Question

An LCR circuit contains resistance of $110 \Omega$ and a supply of $220 V$ at $300 rad / s$ angular frequency. If only capacitance is removed from the circuit, current lags behind the voltage by $45^{\circ} .$ If on the other hand, only inductor is removed the current leads by $45^{\circ}$ with the applied voltage. The $rms$ current flowing in the circuit will be :

• A. $1 A$
• B. $2.5 A$
• C. $1.5 A$
• D. $2 A$

Answer 1

The Correct Option is D

To determine the \(rms\) current flowing in the given LCR circuit, we need to analyze the conditions specified by the question step-by-step.

The circuit has a resistance of \(R = 110 \Omega\) and a supply voltage \(V = 220 \, \text{V}\) with an angular frequency of \(\omega = 300 \, \text{rad/s}\).

The problem states that the current lags by \(45^\circ\) when the capacitance is removed, which implies that the circuit contains only resistance and inductance. The phase angle \(\phi\) in an \(RL\) circuit is determined by:

\(\tan \phi = \frac{X_L}{R}\),

where \(X_L\) is the inductive reactance. Since \(\phi = 45^\circ\) and \(\tan 45^\circ = 1\), we have:

\(\frac{X_L}{R} = 1 \Rightarrow X_L = R = 110 \, \Omega\).

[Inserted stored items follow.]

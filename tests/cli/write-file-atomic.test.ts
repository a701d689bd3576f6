/**
 * writeFileAtomic: the target is either wholly the new content or byte-identical to what it
 * was. Failures of a full disk are made by handing the function a file system whose write,
 * fsync, rename or create fails as the kernel would (ENOSPC, EIO, EACCES), never by filling
 * a disk.
 */
import { spawn, spawnSync } from 'node:child_process';
import * as fs from 'node:fs';
import { tmpdir } from 'node:os';
import { join } from 'node:path';
import { afterAll, beforeAll, describe, expect, it } from 'vitest';
import { writeFileAtomic, type FileSystem } from '../../server/write-file-atomic.ts';

let dir: string;
beforeAll(() => {
  dir = fs.mkdtempSync(join(tmpdir(), 'tidemark-atomic-'));
});
afterAll(() => {
  fs.rmSync(dir, { recursive: true, force: true });
});

const previous = Buffer.from('%PDF-1.3 the previous report\n'.repeat(200));
const next = Buffer.alloc(300_000, 0x41);

function folderWithPrevious(name: string): { folder: string; target: string } {
  const folder = join(dir, name);
  fs.mkdirSync(folder);
  const target = join(folder, 'prev.pdf');
  fs.writeFileSync(target, previous);
  return { folder, target };
}

const failure = (code: string) => Object.assign(new Error(`${code}: simulated failure`), { code });

/** Like the disk filling up part-way: the first write is accepted in part, the next fails. */
function fullDiskAfter(bytes: number): FileSystem {
  let room = bytes;
  return {
    ...fs,
    writeSync: ((fd: number, buffer: Uint8Array, offset: number, length: number) => {
      if (room <= 0) throw failure('ENOSPC');
      const n = Math.min(length, room);
      room -= n;
      return fs.writeSync(fd, buffer, offset, n);
    }) as FileSystem['writeSync'],
  };
}

describe('writeFileAtomic', () => {
  it('writes a new file, leaving nothing else in the folder', () => {
    const folder = join(dir, 'new');
    fs.mkdirSync(folder);
    expect(writeFileAtomic(join(folder, 'out.csv'), 'time,amount\n0,1\n')).toEqual({ ok: true });
    expect(fs.readFileSync(join(folder, 'out.csv'), 'utf8')).toBe('time,amount\n0,1\n');
    expect(fs.readdirSync(folder)).toEqual(['out.csv']);
  });

  it('replaces an existing file whole and keeps its permissions', () => {
    const { folder, target } = folderWithPrevious('replace');
    fs.chmodSync(target, 0o640);
    expect(writeFileAtomic(target, next)).toEqual({ ok: true });
    expect(fs.readFileSync(target).equals(next)).toBe(true);
    expect(fs.statSync(target).mode & 0o777).toBe(0o640);
    expect(fs.readdirSync(folder)).toEqual(['prev.pdf']);
  });

  it('a full disk part-way through: the previous file is byte-identical and the temporary file is gone', () => {
    const { folder, target } = folderWithPrevious('full');
    const outcome = writeFileAtomic(target, next, fullDiskAfter(100_000));
    expect(outcome).toEqual({ ok: false, reason: 'no space left on the device (ENOSPC)', existed: true });
    expect(fs.readFileSync(target).equals(previous)).toBe(true);
    expect(fs.readdirSync(folder)).toEqual(['prev.pdf']);
  });

  it('fsync, close or rename failing: the previous file is byte-identical, no temporary file is left', () => {
    const cases: [string, Partial<FileSystem>][] = [
      ['fsync', { fsyncSync: () => { throw failure('EIO'); } }],
      ['rename', { renameSync: () => { throw failure('EACCES'); } }],
      [
        'close',
        {
          closeSync: (fd: number) => {
            fs.closeSync(fd);
            throw failure('EDQUOT'); // NFS reports a quota at close
          },
        },
      ],
    ];
    for (const [name, broken] of cases) {
      const { folder, target } = folderWithPrevious(`broken-${name}`);
      const outcome = writeFileAtomic(target, next, { ...fs, ...broken });
      expect(outcome.ok, name).toBe(false);
      expect(fs.readFileSync(target).equals(previous), name).toBe(true);
      expect(fs.readdirSync(folder), name).toEqual(['prev.pdf']);
    }
  });

  it('a temporary file that cannot be created (no permission in the folder): nothing changes', () => {
    const { folder, target } = folderWithPrevious('no-create');
    const noCreate: FileSystem = {
      ...fs,
      openSync: ((path: fs.PathLike, flags?: fs.OpenMode, mode?: fs.Mode) => {
        if (flags === 'wx') throw failure('EACCES');
        return fs.openSync(path, flags ?? 'r', mode);
      }) as FileSystem['openSync'],
    };
    expect(writeFileAtomic(target, next, noCreate)).toEqual({ ok: false, reason: 'permission denied (EACCES)', existed: true });
    expect(fs.readFileSync(target).equals(previous)).toBe(true);
    expect(fs.readdirSync(folder)).toEqual(['prev.pdf']);
  });

  it('a folder that does not exist, or a target that is a folder, is an error naming why', () => {
    expect(writeFileAtomic(join(dir, 'absent', 'out.json'), '{}')).toEqual({ ok: false, reason: 'the folder does not exist (ENOENT)', existed: false });
    const folder = join(dir, 'a-folder');
    fs.mkdirSync(folder);
    expect(writeFileAtomic(folder, '{}')).toEqual({ ok: false, reason: 'it is a folder', existed: true });
  });

  it('through a symbolic link: the linked file gets the content and the link stays a link', () => {
    const { folder, target } = folderWithPrevious('linked');
    const link = join(folder, 'link.pdf');
    fs.symlinkSync(target, link);
    expect(writeFileAtomic(link, next)).toEqual({ ok: true });
    expect(fs.lstatSync(link).isSymbolicLink()).toBe(true);
    expect(fs.readFileSync(target).equals(next)).toBe(true);
  });

  it('a named pipe is written into, not replaced by a plain file', async () => {
    const fifo = join(dir, 'pipe');
    expect(spawnSync('mkfifo', [fifo]).status).toBe(0);
    const reader = spawn('cat', [fifo]);
    const chunks: Buffer[] = [];
    reader.stdout.on('data', (c: Buffer) => chunks.push(c));
    const done = new Promise<void>((resolve) => reader.on('close', () => resolve()));
    expect(writeFileAtomic(fifo, 'through the pipe\n')).toEqual({ ok: true });
    await done;
    expect(Buffer.concat(chunks).toString('utf8')).toBe('through the pipe\n');
    expect(fs.statSync(fifo).isFIFO()).toBe(true);
  });
});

Substituting the inductive reactance formula \(X_L = \omega L\), we get:

\(110 = 300 \times L \Rightarrow L = \frac{110}{300} = \frac{11}{30} \, \text{H}\).

Similarly, when the inductor is removed, the current leads by \(45^\circ\), indicating a resistor-capacitor \((RC)\) circuit. Here, the phase angle is represented by:

\(\tan \phi = \frac{-X_C}{R}\),

where \(X_C\) is the capacitive reactance. Using \(\phi = 45^\circ\) and \(\tan 45^\circ = 1\), we have:

\(\frac{-X_C}{R} = 1 \Rightarrow X_C = -R = -110 \, \Omega\).

Therefore, \(X_C = \frac{1}{\omega C} = 110 \Rightarrow C = \frac{1}{300 \times 110} = \frac{1}{33000} \, \text{F}\).

The circuit behaves as an \({\text{RLC}}\) circuit, fully balanced because the inductive and capacitive reactances cancel each other out. In such a condition, the impedance \(Z\) of the circuit is purely resistive:

\(Z = R = 110 \, \Omega\).

Finally, we calculate the root mean square ( \(rms\)) current using the formula:

\(I_{\text{rms}} = \frac{V}{Z} = \frac{220}{110} = 2 \, \text{A}\).

Thus, the \(rms\) current flowing in the circuit is \(2 \, \text{A}\).